• **Exercise requirements**: Write out, unaltered, each line from the top of the records below down to the line where "x := new(big.Rat).SetFrac(k, parts)" appears, that line included.

Data section start

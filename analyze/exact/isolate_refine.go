package exact

import "math/big"

// RefineRoot returns an interval of at most the given width around the root
// of p that the interval holds; it returns a point if it meets the root. It
// panics if width is not positive.
//
// The interval is cut by evaluating p where the secant meets zero, with the
// number of parts squared on success (J. Abbott, Quadratic interval
// refinement for real roots, 2006), so the digits double with every step.
func RefineRoot(p Poly, v Interval, width *big.Rat) Interval {
	if width.Sign() <= 0 {
		panic("exact: refining a root to a width that is not positive")
	}
	if v.IsPoint() || v.Width().Cmp(width) <= 0 {
		return v
	}
	if p.EvalSign(v.Lo)*p.EvalSign(v.Hi) >= 0 {
		p = p.Radical()
	}
	r := refinement{p: p, lo: v.Lo, hi: v.Hi, flo: p.Eval(v.Lo), fhi: p.Eval(v.Hi), logParts: 2}
	for !r.exact && new(big.Rat).Sub(r.hi, r.lo).Cmp(width) > 0 {
		r.step()
	}
	return Interval{r.lo, r.hi}
}

type refinement struct {
	p        Poly
	lo, hi   *big.Rat
	flo, fhi *big.Rat // of opposite signs
	logParts uint
	exact    bool
}

// step cuts the interval into 2^logParts parts and tries the one where the
// secant meets zero; it halves the interval if the root is elsewhere.
func (r *refinement) step() {
	width := new(big.Rat).Sub(r.hi, r.lo)
	parts := new(big.Int).Lsh(bigOne, r.logParts)
	// k = round(parts·flo/(flo − fhi)), within 1 … parts−1.
	t := new(big.Rat).Sub(r.flo, r.fhi)
	t.Quo(r.flo, t)
	t.Mul(t, new(big.Rat).SetInt(parts))
	k := new(big.Int).Quo(t.Num(), t.Denom())
	if k.Sign() == 0 {
		k.SetInt64(1)
	}
	if k.Cmp(parts) >= 0 {
		k.Sub(parts, bigOne)
	}
	lo, hi := r.lo, r.hi
	at := func(k *big.Int) *big.Rat {
		x := new(big.Rat).SetFrac(k, parts)
		return x.Add(x.Mul(x, width), lo)
	}
	x := at(k)
	r.cut(x)
	if r.exact {
		return
	}
	// The neighbour on the side of the root.
	if r.lo == x {
		k.Add(k, bigOne)
	} else {
		k.Sub(k, bigOne)
	}
	if k.Sign() > 0 && k.Cmp(parts) < 0 {
		y := at(k)
		r.cut(y)
		if r.exact {
			return
		}
	}
	part := new(big.Rat).Quo(width, new(big.Rat).SetInt(parts))
	if new(big.Rat).Sub(r.hi, r.lo).Cmp(part) <= 0 {
		r.logParts = min(2*r.logParts, 1<<20)
		return
	}
	r.logParts = max(r.logParts/2, 1)
	mid := new(big.Rat).Add(lo, hi)
	mid.Mul(mid, big.NewRat(1, 2))
	if mid.Cmp(r.lo) > 0 && mid.Cmp(r.hi) < 0 {
		r.cut(mid)
	}
}

// cut keeps the side of x that holds the root.
func (r *refinement) cut(x *big.Rat) {
	f := r.p.Eval(x)
	switch f.Sign() {
	case 0:
		r.lo, r.hi, r.exact = x, x, true
	case r.flo.Sign():
		r.lo, r.flo = x, f
	default:
		r.hi, r.fhi = x, f
	}
}

// SignAtRoot returns the sign of q at the root of p that the interval holds:
// −1, 0 or +1, decided exactly.
func SignAtRoot(q, p Poly, v Interval) int {
	if q.IsZero() {
		return 0
	}
	if v.IsPoint() {
		return q.EvalSign(v.Lo)
	}
	p = p.Radical()
	// g divides p, so it has at most the one root in the interval, a simple
	// one, and no root at the ends.
	if g := GCD(p, q); g.Degree() > 0 && g.EvalSign(v.Lo) != g.EvalSign(v.Hi) {
		return 0
	}
	for !rootFree(q, v) {
		w := v.Width()
		v = RefineRoot(p, v, w.Mul(w, big.NewRat(1, 16)))
		if v.IsPoint() {
			return q.EvalSign(v.Lo)
		}
	}
	return q.EvalSign(v.Lo)
}

// rootFree reports whether Descartes' rule excludes roots of q in the closed
// interval; it does so in every interval small enough.
func rootFree(q Poly, v Interval) bool {
	if q.Degree() == 0 {
		return true
	}
	s := q.EvalSign(v.Lo)
	if s == 0 || s != q.EvalSign(v.Hi) {
		return false
	}
	return signVariations(onUnitInterval(q, v.Lo, v.Width())) == 0
}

Data section end

• **Exercise result**:
filename analyze/exact/isolate_refine.go
package exact

import "math/big"

// RefineRoot returns an interval of at most the given width around the root
// of p that the interval holds; it returns a point if it meets the root. It
// panics if width is not positive.
//
// The interval is cut by evaluating p where the secant meets zero, with the
// number of parts squared on success (J. Abbott, Quadratic interval
// refinement for real roots, 2006), so the digits double with every step.
func RefineRoot(p Poly, v Interval, width *big.Rat) Interval {
	if width.Sign() <= 0 {
		panic("exact: refining a root to a width that is not positive")
	}
	if v.IsPoint() || v.Width().Cmp(width) <= 0 {
		return v
	}
	if p.EvalSign(v.Lo)*p.EvalSign(v.Hi) >= 0 {
		p = p.Radical()
	}
	r := refinement{p: p, lo: v.Lo, hi: v.Hi, flo: p.Eval(v.Lo), fhi: p.Eval(v.Hi), logParts: 2}
	for !r.exact && new(big.Rat).Sub(r.hi, r.lo).Cmp(width) > 0 {
		r.step()
	}
	return Interval{r.lo, r.hi}
}

type refinement struct {
	p        Poly
	lo, hi   *big.Rat
	flo, fhi *big.Rat // of opposite signs
	logParts uint
	exact    bool
}

// step cuts the interval into 2^logParts parts and tries the one where the
// secant meets zero; it halves the interval if the root is elsewhere.
func (r *refinement) step() {
	width := new(big.Rat).Sub(r.hi, r.lo)
	parts := new(big.Int).Lsh(bigOne, r.logParts)
	// k = round(parts·flo/(flo − fhi)), within 1 … parts−1.
	t := new(big.Rat).Sub(r.flo, r.fhi)
	t.Quo(r.flo, t)
	t.Mul(t, new(big.Rat).SetInt(parts))
	k := new(big.Int).Quo(t.Num(), t.Denom())
	if k.Sign() == 0 {
		k.SetInt64(1)
	}
	if k.Cmp(parts) >= 0 {
		k.Sub(parts, bigOne)
	}
	lo, hi := r.lo, r.hi
	at := func(k *big.Int) *big.Rat {
		x := new(big.Rat).SetFrac(k, parts)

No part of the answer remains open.